# Warshaw Uprising - 70 years from today



## Ravage (Aug 2, 2012)

Once a year on august 1st, the people of Warsaw pay hommage to the fallen heroes that fought for freedom in 1944 during the Warsaw Uprising. The biggest rebellion against German Nazi occupation during WWII cost over 200 000 lives and destruction of the capital.

To find out more go to: http://www.warsawuprising.com/

Polska Walczy


----------



## Kraut783 (Aug 9, 2012)

/Salute


----------



## Ravage (Aug 1, 2014)

All I ask, is that you remember them.


----------



## pardus (Aug 1, 2014)

Incredible bravery by the Polish freedom fighters.

Such a tragic story...

We Will Remember Them.


----------



## RackMaster (Aug 1, 2014)

Never Forgotten.


----------



## racing_kitty (Aug 1, 2014)

We remember.


----------



## pardus (Sep 27, 2014)

Filmed the same year they were destroyed. Poor buggers.


----------



## Ooh-Rah (Sep 27, 2014)

Jesus. Bi-planes and what looked like WW-I era tanks.  Those dudes were some brave souls.


----------



## Flagg (Sep 28, 2014)

The Polish Home Army and Underground State possessed arguably the largest active resistance movement in WWII both in terms of total numbers(roughly the size of the entire Soviet resistance to the Nazis, as well as in per capita terms.

It was pretty nasty of the Soviets to sit back and let the Nazis/Polish Resistance to chew each other apart. Postwar realpolitik and military economy of effort and all that, but not a nice thing to do for folks supposed on the "same side".

And it didn't end with WWII:

http://en.wikipedia.org/wiki/Cursed_soldiers

The Poles continued to actively fight against the tide of Communist totalitarianism post war.

Witold Pilecki fought in the Warsaw Uprising, causing the Germans considerable trouble:

http://en.wikipedia.org/wiki/Witold_Pilecki

He's the stud who came up with the plan to infil and recce Auschwitz from the INSIDE:

http://en.wikipedia.org/wiki/Witold's_Report

The Communists/Soviets had him executed post war.
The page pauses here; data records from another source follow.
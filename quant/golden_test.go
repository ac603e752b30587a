package quant

import (
	"math"
	"os"
	"path/filepath"
	"slices"
	"strings"
	"testing"

	"github.com/plumbref/plumb/internal/expect"
	"github.com/plumbref/plumb/internal/expect/ensure"
	"github.com/plumbref/plumb/internal/golden"
)

// The golden files testdata/golden/quant/*.json are written by
// testdata/gen/fam_quant.py: scales, zero points, codes and dequantised
// values computed with exact rationals from the definitions of doc.go
// (Jacob et al. 2018 for the integer model, OFP8 rev 1.0 for the FP8
// elements), and SQNR from exact sums with mpmath's logarithm.
//
// Codes, scales, zero points and dequantised values are exact, so they are
// compared bit for bit: the accuracy table shows 0 for them, and any slip
// (a tie, a scale rounded the wrong way, a nibble order) fails. SQNR is a
// logarithm of exact sums rounded once and carries the bound of its doc,
// a few ulps; sqnrBound is that with margin.
const sqnrBound = 1e-14

// accuracy is the package's accuracy table in doc.go.
var accuracy = &golden.Accuracy{
	Path: "doc.go",
	Rows: []string{"Quantise", "Quantise32", "Dequantise", "Pack4", "Unpack4", "QuantiseFP8", "DequantiseFP8", "SQNR"},
	Cols: []string{"codes", "scales", "zeros", "values"},
}

func TestMain(m *testing.M) { os.Exit(accuracy.Main(m)) }

type quantiseConfig struct {
	Rows        int         `json:"rows"`
	Cols        int         `json:"cols"`
	Symmetry    Symmetry    `json:"symmetry"`
	Granularity Granularity `json:"granularity"`
	Channel     Channel     `json:"channel"`
	Group       int         `json:"group"`
	Width       Width       `json:"width"`
	Range       Range       `json:"range"`
	Rounding    Rounding    `json:"rounding"`
	Scale       ScaleFormat `json:"scale"`
	Rule        ScaleRule   `json:"rule"`
	Percentile  float64     `json:"percentile"`
}

type pack4Config struct {
	Order NibbleOrder `json:"order"`
	Code  NibbleCode  `json:"code"`
	N     int         `json:"n"`
}

type fp8Config struct {
	Rows        int         `json:"rows"`
	Cols        int         `json:"cols"`
	Element     FP8Element  `json:"element"`
	Granularity Granularity `json:"granularity"`
	Channel     Channel     `json:"channel"`
	Group       int         `json:"group"`
	Overflow    Overflow    `json:"overflow"`
	Scale       ScaleFormat `json:"scale"`
	Given       bool        `json:"given"`
}

type sqnrConfig struct {
	N int `json:"n"`
}

var goldenConfigs = map[string]func() any{
	"quantise": func() any { return new(quantiseConfig) },
	"pack4":    func() any { return new(pack4Config) },
	"fp8":      func() any { return new(fp8Config) },
	"sqnr":     func() any { return new(sqnrConfig) },
}

// same notes the error of got against want (0 when every bit agrees, 1
// otherwise, so the table shows a slip) and fails on any difference.
func same(t *testing.T, c *golden.Case, row, col string, got, want []float64) {
	t.Helper()
	e := 0.0
	ok := len(got) == len(want)
	for i := 0; ok && i < len(got); i++ {
		ok = math.Float64bits(got[i]) == math.Float64bits(want[i])
	}
	if !ok {
		e = 1
	}
	accuracy.Note(row, col, e)
	expect.True(t, ok, "%s: %s %s: got %v; want %v (bit for bit)", c, row, col, got, want)
}

func floats(t *testing.T, c *golden.Case, name string) []float64 {
	t.Helper()
	v, _, err := c.Float(name)
	ensure.NoError(t, err)
	return v
}

func ints(t *testing.T, c *golden.Case, name string) []float64 {
	t.Helper()
	v, _, err := c.Ints(name)
	ensure.NoError(t, err)
	out := make([]float64, len(v))
	for i, x := range v {
		out[i] = float64(x)
	}
	return out
}

func asFloats[T int8 | uint8](v []T) []float64 {
	out := make([]float64, len(v))
	for i, x := range v {
		out[i] = float64(x)
	}
	return out
}

func TestGoldenQuantise(t *testing.T) {
	f := golden.MustLoadFamily(t, "quant", "quantise")
	for _, c := range f.Cases {
		var cfg quantiseConfig
		ensure.NoError(t, c.DecodeConfig(&cfg))
		s := Scheme{Symmetry: cfg.Symmetry, Granularity: cfg.Granularity, Channel: cfg.Channel, Group: cfg.Group,
			Width: cfg.Width, Range: cfg.Range, Rounding: cfg.Rounding, Scale: cfg.Scale, Rule: cfg.Rule, Percentile: cfg.Percentile}
		x := floats(t, c, "x")
		x32 := make([]float32, len(x))
		exact32 := true
		for i, v := range x {
			x32[i] = float32(v)
			exact32 = exact32 && float64(x32[i]) == v
		}
		for _, fn := range []string{"Quantise", "Quantise32"} {
			var q Tensor
			var err error
			if fn == "Quantise" {
				q, err = Quantise(x, cfg.Rows, cfg.Cols, s)
			} else {
				if !exact32 {
					continue // the twin sees other values
				}
				q, err = Quantise32(x32, cfg.Rows, cfg.Cols, s)
			}
			ensure.NoError(t, err, "%s: %s", c, fn)
			same(t, c, fn, "codes", asFloats(q.Codes), ints(t, c, "codes"))
			same(t, c, fn, "scales", q.Scales, floats(t, c, "scales"))
			switch s.Symmetry {
			case Asymmetric:
				same(t, c, fn, "zeros", asFloats(q.Zeros), ints(t, c, "zeros"))
			case AsymmetricFloat:
				same(t, c, fn, "zeros", q.FloatZeros, floats(t, c, "float_zeros"))
			}
			if fn == "Quantise" {
				xhat, err := Dequantise(q)
				ensure.NoError(t, err)
				same(t, c, "Dequantise", "values", xhat, floats(t, c, "xhat"))
			}
		}
	}
}

func TestGoldenPack4(t *testing.T) {
	f := golden.MustLoadFamily(t, "quant", "pack4")
	for _, c := range f.Cases {
		var cfg pack4Config
		ensure.NoError(t, c.DecodeConfig(&cfg))
		p := Packing{Order: cfg.Order, Code: cfg.Code}
		in := ints(t, c, "codes")
		codes := make([]int8, len(in))
		for i, v := range in {
			codes[i] = int8(v)
		}
		b, err := Pack4(codes, p)
		ensure.NoError(t, err)
		same(t, c, "Pack4", "codes", asFloats(b), ints(t, c, "packed"))
		back, err := Unpack4(b, cfg.N, p)
		ensure.NoError(t, err)
		same(t, c, "Unpack4", "codes", asFloats(back), in)
	}
}

func TestGoldenFP8(t *testing.T) {
	f := golden.MustLoadFamily(t, "quant", "fp8")
	for _, c := range f.Cases {
		var cfg fp8Config
		ensure.NoError(t, c.DecodeConfig(&cfg))
		s := FP8Scheme{Element: cfg.Element, Granularity: cfg.Granularity, Channel: cfg.Channel, Group: cfg.Group, Overflow: cfg.Overflow, Scale: cfg.Scale}
		var given []float64
		if cfg.Given {
			given = floats(t, c, "given_scales")
		}
		q, err := QuantiseFP8(floats(t, c, "x"), cfg.Rows, cfg.Cols, s, given)
		ensure.NoError(t, err, "%s", c)
		same(t, c, "QuantiseFP8", "codes", asFloats(q.Codes), ints(t, c, "codes"))
		same(t, c, "QuantiseFP8", "scales", q.Scales, floats(t, c, "scales"))
		xhat, err := DequantiseFP8(q)
		ensure.NoError(t, err)
		same(t, c, "DequantiseFP8", "values", xhat, floats(t, c, "xhat"))
	}
}

func TestGoldenSQNR(t *testing.T) {
	f := golden.MustLoadFamily(t, "quant", "sqnr")
	for _, c := range f.Cases {
		got, err := SQNR(floats(t, c, "x"), floats(t, c, "xhat"))
		ensure.NoError(t, err)
		want := floats(t, c, "sqnr")
		e := golden.NormwiseRelErr([]float64{got}, want)
		if want[0] == 0 {
			e = math.Abs(got) // 0 dB: the absolute error
		}
		accuracy.Note("SQNR", "values", e)
		expect.True(t, e <= sqnrBound, golden.Describe(c, "sqnr", e, sqnrBound))
	}
}

// TestGoldenWords requires every word of the conventions the families take
// to appear in some golden case.
func TestGoldenWords(t *testing.T) {
	var w golden.Words
	w.NoteFamilies(t, "quant", goldenConfigs)
	w.Require(t, "quant.Symmetry", "quant.Granularity", "quant.Channel", "quant.Width", "quant.Range",
		"quant.Rounding", "quant.ScaleFormat", "quant.ScaleRule", "quant.NibbleOrder", "quant.NibbleCode",
		"quant.FP8Element", "quant.Overflow")
}

// TestGoldenCount guards against a family silently losing its cases, and
// requires every golden file of the package to have a configuration type.
func TestGoldenCount(t *testing.T) {
	want := map[string]int{"quantise": 20, "pack4": 8, "fp8": 9, "sqnr": 3}
	got := map[string]int{}
	for fam := range want {
		got[fam] = len(golden.MustLoadFamily(t, "quant", fam).Cases)
	}
	expect.Equal(t, want, got, "case counts")
	files, err := filepath.Glob(filepath.Join(golden.Dir(), "quant", "*.json"))
	ensure.NoError(t, err)
	for _, f := range files {
		fam := strings.TrimSuffix(filepath.Base(f), ".json")
		_, quantiser := goldenConfigs[fam]
		expect.True(t, quantiser || slices.Contains(productFamilies, fam),
			"golden file %s has a configuration type here or is a family of golden_products_test.go", f)
	}
	expect.Len(t, files, len(goldenConfigs)+len(productFamilies))
}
He was rehabilitated by a free Poland in 1990, and recognised retrospectively since.

I've got a few books about the Polish resistance in WWII:

The Polish Underground 1939-1947 by David Williamson

Station 43 SOE's Polish Section by Ian Valentine

Thirteen: My 13 years in Polish SMU GROM has been translated into English.

After reading what they've done then and more recently, I'm glad the Poles are officially on our side.


----------



## pardus (Sep 28, 2014)

Great post @Flagg 

The irony of the Polish situation is that WWII started specifically to defend Poland and they were left under yet another brutally oppressive regime. 
Not that the west could have done much about it, short of going to war with the Soviets, but still a great shame.


----------



## Flagg (Sep 28, 2014)

Yeah….Postdam made things pretty obvious…..but at least some of the Cursed Soldiers still had the guts to try…..with the odd bit of futile half hearted western assistance.

Ukraine's resistance carried on even longer into the early 50's and might have some real relevancy to what's going on there today.

I'd love to see a book written about US efforts during the Reagan Administration to shatter the Warsaw Pact through Solidarity and such in Poland.

I reckon the little we know about the Catholic Church tied in with the Reagan Administration during that period is only the tip of the spear.


----------



## pardus (Sep 28, 2014)

Flagg said:


> Ukraine's resistance carried on even longer into the early 50's and might have some real relevancy to what's going on there today..



I saw brief mention years ago, of ex Wehrmacht Soldiers fighting in the Ukraine post war against the Soviets. I never head that confirmed or repeated though.


----------